Richie, Brian, Kev, Billy, Steve & Swans
Jimmy immediately set Billy to hack sawing chain links in half while ferry Kev tackled the bows with gusto. It should be said that a few hours on this turned to gutso as he fed the fish over the stern, but you’d never have known he was feeling that bad. Stevo and Brian grappled each new task with such efficient alacrity that the list was dwindling fast. The gorgeous Lynne arrived and saw to the interior,  and Cathy arrived at last so the catering breathed a sigh of relief.

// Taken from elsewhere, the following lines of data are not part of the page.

from codeseek import safefs
from codeseek.bm25 import COLUMN_WEIGHTS, varints
from codeseek.errors import (
    IndexCorrupt,
    IndexFolderUnsafe,
    IndexFormatMismatch,
    IndexNotFound,
    IndexWriteError,
)
from codeseek.query import Filters
from codeseek.units import CodeUnit, lexical_codes

DB_NAME = "index.sqlite3"
FORMAT_VERSION = 1
FIRST_BUILD_KEY = "first_build"  # in the manifest until the first full build is committed

# Migrations: version -> statements. A new format adds a new entry; the store
# applies what the file lacks, in order, inside one transaction.
MIGRATIONS: dict[int, tuple[str, ...]] = {
    1: (
        """CREATE TABLE manifest (key TEXT PRIMARY KEY, value TEXT NOT NULL)""",
        """CREATE TABLE files (
            id INTEGER PRIMARY KEY,
            path TEXT NOT NULL UNIQUE,
            language TEXT NOT NULL,
            size INTEGER NOT NULL,
            mtime_ns INTEGER NOT NULL,
            sha256 TEXT NOT NULL,
            has_errors INTEGER NOT NULL DEFAULT 0,
            indexed_at REAL NOT NULL)""",
        """CREATE TABLE units (
            id INTEGER PRIMARY KEY AUTOINCREMENT,
            file_id INTEGER NOT NULL REFERENCES files(id) ON DELETE CASCADE,
            uid TEXT NOT NULL UNIQUE,
            kind TEXT NOT NULL,
            name TEXT NOT NULL,
            qualname TEXT NOT NULL,
            signature TEXT NOT NULL,
            doc TEXT NOT NULL,
            start_line INTEGER NOT NULL,
            end_line INTEGER NOT NULL,
            code TEXT NOT NULL,
            doc_start INTEGER,
            doc_end INTEGER,
            ordinal INTEGER NOT NULL DEFAULT 0,
            content_hash TEXT NOT NULL)""",
        "CREATE INDEX units_file ON units(file_id)",
        "CREATE INDEX units_hash ON units(content_hash)",
        """CREATE TABLE vectors (
            content_hash TEXT NOT NULL,
            model_id TEXT NOT NULL,
            vector BLOB NOT NULL,
            PRIMARY KEY (content_hash, model_id)) WITHOUT ROWID""",
        """CREATE VIRTUAL TABLE units_fts USING fts5(
            names, signature, doc, code, tokenize = 'porter unicode61')""",
        """CREATE TABLE skipped (path TEXT PRIMARY KEY, reason TEXT NOT NULL)""",
    ),
}


@dataclass(frozen=True)
class FileRow:
    """What the store knows of one indexed file."""

    id: int
    path: str
    language: str
    size: int
    mtime_ns: int
    sha256: str


@dataclass(frozen=True)
class StoredUnit:
    """A unit as stored, with its row id (also its label in the vector index)."""

    id: int
    unit: CodeUnit
    content_hash: str


def to_column(text: str) -> str | bytes:
    """A path or unit id as stored: itself, or its bytes when it is not UTF-8."""
    try:
        text.encode("utf-8")
    except UnicodeEncodeError:
        return text.encode("utf-8", "surrogateescape")
    return text


def from_column(value: str | bytes) -> str:
    """The text of a stored path or unit id (the inverse of :func:`to_column`)."""
    return value.decode("utf-8", "surrogateescape") if isinstance(value, bytes) else value


def _cannot_write(exc: sqlite3.OperationalError) -> bool:
    text = str(exc)
    return "readonly" in text or "unable to open" in text


def _connect_read_only(path: Path) -> sqlite3.Connection:
    """A read-only connection: ``mode=ro`` reads the WAL when its files are there; with
    no WAL file at all, the store is whole in the main file and ``immutable`` reads it
    without the shared-memory file a read-only folder cannot hold."""
    uri = f"file:{quote(os.fsencode(path))}?mode=ro"  # the name's bytes, whatever they are
    if safefs.lstat_or_none(Path(str(path) + "-wal")) is None:
        uri += "&immutable=1"
    db = sqlite3.connect(uri, uri=True, timeout=30.0, check_same_thread=False,
                         isolation_level=None)
    db.execute("PRAGMA trusted_schema=OFF")  # a planted schema runs no functions
    return db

And Billy was still cutting chain. He had decided that this task had in fact been invented by Jimmy to get him out the way… that his questionable technical skills had somehow been divined. To try and reassure him this was not the case I showed him where the half links were to be welded astern for safety lines… and I gave him a serious job to do: check the batteries for water. After several taps to my shoulder saying he couldn’t get the tops off and much ribbing for his inadequacy I suddenly remembered… ahem… that it was actually a dry cell battery I’d bought at Wilsons in Rutherglen… I haven’t told him yet.

The day was glorious and all was soon well underway. Jimmy, despite apparent acquiescence to my design performed his usual boat-building magic and before long a fine profile began to appear. Then the day was over. The sun set ominously red over lock 38 and I shuddered for the thousandth time to think how Cathy fell in there… pitch dark… the middle of the night… how … hmmm I still cannot write that.

And then it was dark. I lay under the new ribs, the beautiful new bars of the bows and saw two bright, bright stars, one above the other… that’s Venus and Jupiter below said Gerry Loose, his boat next door. Next door? Next moor? Next pontoon? Venus so bright! And Peccadillo happy to be so well attended again.